Die, die noch an Bord sind, sichern unsere Grundversorgung, zum Beispiel im Warenverkehr. Der Verlust von qualifizierten und sicherheitsgeprüften Mitarbeitern stört die eingespielte Zusammenarbeit im Gesamtsystem Luftverkehr bereits spürbar. Deshalb ist es essenziell, dass alle Systempartner im Luftverkehr die Coronakrise zumindest strukturell intakt überstehen, sodass er danach rasch wieder hochgefahren werden kann.

Für das Funktionieren der globalen Lieferketten ist die Warenversorgung aus der Luft existenziell, auch mit Blick auf die Bewältigung der Coronakrise. Ein Drittel des wertmäßigen Warenverkehrs wird über den Luftweg transportiert, darunter zeitkritische Medikamente, Bauteile und Rohstoffe für die Industrie. Gerade für die exportorientierte deutsche Wirtschaft sind Experimente mit großen Risiken behaftet. Das Letzte was Deutschland nach der Coronakrise braucht, ist ein instabiler Luftverkehr.

BDI: „Funktionsfähigkeit aller Systempartner sichern“

Die Europäische Kommission forderte am Donnerstag die Mitgliedsländer dazu auf, alle Akteure im Luftfrachtgewerbe stärker zu unterstützen. Auch der Bundesverband der Deutschen Industrie (BDI) weist in seinen Empfehlungen an die Politik darauf hin, dass die „uneingeschränkte Funktionsfähigkeit aller Systempartner“ gesichert werden muss.

In den Gesprächen zwischen der Bundesregierung und der Luftfahrtindustrie saßen wir bisher nicht mit am Tisch, obwohl Fluggesellschaften und Flughäfen in hohem Maße von unserer Arbeit abhängig sind. Viele Dienstleistungen wurden an uns ausgelagert. Wir nehmen sie zuverlässig wahr. Dennoch haben wir nicht die Sicherheit, dass die Unterstützung für die Fluggesellschaften auch auf uns übergreift. Dies mag ungewollt sein, gefährlich ist es allemal.

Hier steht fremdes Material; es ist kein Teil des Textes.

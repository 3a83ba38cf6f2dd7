#include "command_line.hpp"

#include "commands.hpp"
#include "files.hpp"
#include "nearest.hpp"

#include <CLI/CLI.hpp>

#include <runnel/version.hpp>

#include <algorithm>
#include <csignal>
#include <map>
#include <sstream>
#include <thread>

namespace runnel_cli {

namespace {

constexpr unsigned most_threads = 256;

const std::map<std::string, runnel::Share> shares{{"half", runnel::Share::half},
                                                  {"lever", runnel::Share::lever},
                                                  {"continuous", runnel::Share::continuous}};
const std::map<std::string, runnel::Table> tables{{"members", runnel::Table::members},
                                                  {"reactions", runnel::Table::reactions},
                                                  {"rundowns", runnel::Table::rundowns},
                                                  {"foundations", runnel::Table::foundations}};
const std::map<std::string, runnel::Document> documents{{"plan", runnel::Document::plan},
                                                        {"result", runnel::Document::result},
                                                        {"frame", runnel::Document::frame}};

/// What CLI11 fills in before it is understood.
struct Words {
    std::string share, table, units, document;
};

std::vector<std::string> names_in(const auto& table) {
    std::vector<std::string> names;
    for (const auto& entry : table) {
        names.push_back(entry.first);
    }
    return names;
}

std::string units_are_wrong(const std::string& text) {
    const std::size_t comma = text.find(',');
    const bool right = comma != std::string::npos && runnel::length_unit(text.substr(0, comma)) &&
                       runnel::force_unit(text.substr(comma + 1));
    return right ? std::string{}
                 : "\"" + text + "\" is not a length and a force: m, mm, cm, ft or in, a comma, " +
                       "N, kN, MN, lbf or kip, for example m,kN";
}

class CommandLine {
public:
    CommandLine() : app_("Carries the gravity loads of floors down to the foundations.", "runnel") {
        app_.require_subcommand(1);
        add_version(app_);
        app_.set_help_flag("--help,-h", "Print this and end");
        app_.footer("Exit status: 0 done, 1 the input has errors or a balance does not close, 2 wrong usage, "
                    "3 a file cannot be read or written.");
        add_check();
        add_takedown();
        add_regions();
        add_schema();
        add_later("frame", "Analyse a plane frame by itself (not built yet)");
        add_later("explain", "Where the load of a carrier comes from (not built yet)");
        add_later("compare", "What changed between two plans or results (not built yet)");
    }

    int run(int count, char** arguments) {
        if (count < 2) {
            complain("a command is wanted: " + all_commands() + "; see runnel --help");
            return wrong_usage;
        }
        if (!known(arguments[1])) {
            return unknown_command(arguments[1]);
        }
        try {
            app_.parse(count, arguments);
        } catch (const CLI::ParseError& error) {
            return answer(error);
        }
        return call();
    }

private:
    void add_check() {
        CLI::App& command = add("check", "Read and check plans; print their problems");
        command.add_option("PLAN", request_.files, "Plan files; - is standard input")
            ->required()
            ->type_name("");
        add_format(command, {"text", "json"});
        add_common(command);
    }

    void add_takedown() {
        CLI::App& command =
            add("takedown", "Carry the loads down; print an account of uplift, balance, members, "
                            "rundowns and foundations");
        add_plan(command);
        add_format(command, {"text", "json", "csv"});
        command.add_option("--table", words_.table, "Of --format csv: which table (reactions)")
            ->check(CLI::IsMember(names_in(tables)))
            ->type_name("TABLE");
        command
            .add_option("-o,--output", request_.folder, "Also write result, tables and drawings into FOLDER")
            ->type_name("FOLDER");
        command.add_flag("--compare-shares", request_.compare_shares,
                         "Also show what carriers get under half, lever and continuous; with --format text "
                         "or json");
        add_common(command);
    }

    void add_regions() {
        CLI::App& command = add("regions", "Split the decks among their carriers, and nothing more");
        add_plan(command);
        add_format(command, {"json", "svg", "geojson"});
        command.add_option("--level", request_.level, "This level alone")->type_name("LEVEL");
        add_common(command);
    }

    void add_schema() {
        CLI::App& command = add("schema", "Print the JSON Schema of a document");
        command.add_option("DOCUMENT", words_.document, "plan, result or frame")
            ->required()
            ->check(CLI::IsMember(names_in(documents)))
            ->type_name("");
    }

    void add_later(const char* name, const char* what) { add(name, what).allow_extras(); }

    CLI::App& add(const char* name, const char* what) {
        CLI::App& command = *app_.add_subcommand(name, what);
        add_version(command);
        names_.push_back(name);
        return command;
    }

    static void add_version(CLI::App& command) {
        command.set_version_flag("--version", "runnel " + std::string(runnel::version()),
                                 "Print the version and end");
    }

    void add_plan(CLI::App& command) {
        command.add_option("PLAN", request_.files, "Plan file; - is standard input")
            ->required()
            ->expected(1)
            ->type_name("");
    }

    void add_format(CLI::App& command, const std::vector<std::string>& formats) {
        command.add_option("--format", request_.format, "Form of the answer (" + formats.front() + ")")
            ->check(CLI::IsMember(formats))
            ->type_name("FORM");
    }

    void add_common(CLI::App& command) {
        command
            .add_option("--share", words_.share,
                        "Share one-way decks so, instead of by the plan's setting and its decks'")
            ->check(CLI::IsMember(names_in(shares)))
            ->type_name("SHARE");
        command.add_option("--units", words_.units, "Units of the output, for example m,kN or ft,kip")
            ->type_name("LENGTH,FORCE")
            ->check(units_are_wrong);
        command
            .add_option("--threads", request_.threads,
                        "For levels side by side; the answer is the same with any number")
            ->check(CLI::Range(1U, most_threads))
            ->type_name("N");
    }

    [[nodiscard]] bool known(const std::string& word) const {
        return word == "-h" || word == "--help" || word == "--version" ||
               std::find(names_.begin(), names_.end(), word) != names_.end();
    }

    [[nodiscard]] int unknown_command(const std::string& word) const {
        const std::string meant = nearest(word, names_);
        complain(
            "there is no command \"" + word + "\"" +
            (meant.empty() ? "; the commands are " + all_commands() : "; did you mean \"" + meant + "\"?"));
        return wrong_usage;
    }

    [[nodiscard]] std::string all_commands() const {
        std::string all;
        for (const std::string& name : names_) {
            all += all.empty() ? name : ", " + name;
        }
        return all;
    }

    [[nodiscard]] int answer(const CLI::ParseError& error) const {
        std::ostringstream out;
        std::ostringstream problem;
        if (app_.exit(error, out, problem) == 0) {
            const std::string text = out.str();
            Output output = Output::standard();
            output.sink()(text);
            output.sink()(text.ends_with('\n') ? "" : "\n");
            return output.close() ? done : file_trouble;
        }
        const std::vector<CLI::App*> commands = app_.get_subcommands();
        complain(sentence_of(error) + meant_option() + "; see runnel " +
                 (commands.empty() ? "" : commands.front()->get_name() + ' ') + "--help");
        return wrong_usage;
    }

    [[nodiscard]] static std::string sentence_of(const CLI::ParseError& error) {
        const std::string text = error.what();
        const bool mismatch = dynamic_cast<const CLI::ArgumentMismatch*>(&error) != nullptr;
        const std::string name = text.substr(0, text.find(':'));
        if (!mismatch || name == text) {
            return text;
        }
        if (name.starts_with('-')) {
            return name + " wants one value after it";
        }
        return "one " + name + " is wanted, and more are given";
    }

    /// Where an option is mistyped, the one that was likely meant.
    [[nodiscard]] std::string meant_option() const {
        for (const CLI::App* command : app_.get_subcommands()) {
            std::vector<std::string> options;
            for (const CLI::Option* option : command->get_options()) {
                options.push_back(option->get_name());
            }
            for (const std::string& word : command->remaining()) {
                const std::string meant = word.starts_with("--") ? nearest(word, options) : std::string{};
                if (!meant.empty()) {
                    return "; did you mean " + meant + "?";
                }
            }
        }
        return {};
    }

    int call() {
        const std::string command = app_.get_subcommands().front()->get_name();
        if (std::string trouble = understand(); !trouble.empty()) {
            complain(trouble);
            return wrong_usage;
        }
        if (command == "check") {
            return check(request_);
        }
        if (command == "takedown") {
            return takedown(request_);
        }
        if (command == "regions") {
            return regions(request_);
        }
        if (command == "schema") {
            return schema(request_);
        }
        complain("the command \"" + command + "\" is not built yet");
        return wrong_usage;
    }

    /// Words to values. What is wrong with them together, or nothing.
    std::string understand() {
        if (!words_.share.empty()) {
            request_.share = shares.at(words_.share);
        }
        if (!words_.units.empty()) {
            const std::size_t comma = words_.units.find(',');
            request_.units = runnel::Units{*runnel::length_unit(words_.units.substr(0, comma)),
                                           *runnel::force_unit(words_.units.substr(comma + 1))};
        }
        if (!words_.document.empty()) {
            request_.document = documents.at(words_.document);
        }
        if (!words_.table.empty()) {
            request_.table = tables.at(words_.table);
            if (request_.format != "csv") {
                return "--table goes with --format csv";
            }
        }
        if (request_.compare_shares && request_.format == "csv") {
            return "--compare-shares goes with --format text or json";
        }
        if (std::count(request_.files.begin(), request_.files.end(), "-") > 1) {
            return "standard input can be read once only";
        }
        return {};
    }

    CLI::App app_;
    std::vector<std::string> names_;
    Request request_;
    Words words_;
};

} // namespace

int run(int count, char** arguments) {
    // A closed pipe shall be an error of writing, with its status, and not the end of the program.
    std::signal(SIGPIPE, SIG_IGN);
    try {
        return CommandLine().run(count, arguments);
    } catch (const std::bad_alloc&) {
        complain("there is not enough memory for this");
    } catch (const std::exception& error) {
        complain(std::string("stopped by an error of its own: ") + error.what());
    }
    return file_trouble;
}

} // namespace runnel_cli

Kinderbetreuung auch für Bodenabfertiger

Apropos Sicherheit: Diese benötigen jetzt vor allem unsere Mitarbeiter. Ihre emotionale Belastung wächst von Tag zu Tag. Viele stehen etwa vor großen Herausforderungen bei der Kinderbetreuung. Hier würden Ausnahmeregelungen helfen, die unsere Beschäftigten ähnlich stellen wie das Personal im Gesundheitswesen.

Staatliche Flughafenfirmen haben begonnen, das Kurzarbeitergeld aufzustocken – in München auf 90 Prozent, in Berlin auf 80 Prozent. Eine Aufstockung ist gut, aber private Unternehmen an den Flughäfen können sich diese finanziell schlicht nicht leisten. Auch hier ist im Interesse des Gesamtsystems Luftfahrt dringend Gleichstellung gefordert.

Wenn Grenzen wieder öffnen, Reisebeschränkungen aufgehoben werden, Geschäftsleute wieder pendeln und Urlauber ihre Traumreisen buchen, dann müssen unsere Mitarbeiter zu 100 Prozent bereit sein. Um dies zu gewährleisten brauchen wir jetzt die beherzte Unterstützung der Politik. „Wir“, das sind die Bodenabfertiger an kleinen und großen, regionalen und internationalen Flughäfen in der ganzen Bundesrepublik.

Eric Born ist Vorstandsvorsitzender von Swissport International, der weltgrößten Servicegesellschaft für Fluggesellschaften und Flughäfen. Seine bislang rund 65.000 Mitarbeiter erbringen an weltweit 300 Flughäfen Passagierdienste oder kümmern sich um die Flugzeugabfertigung und die Luftfrachtlogistik.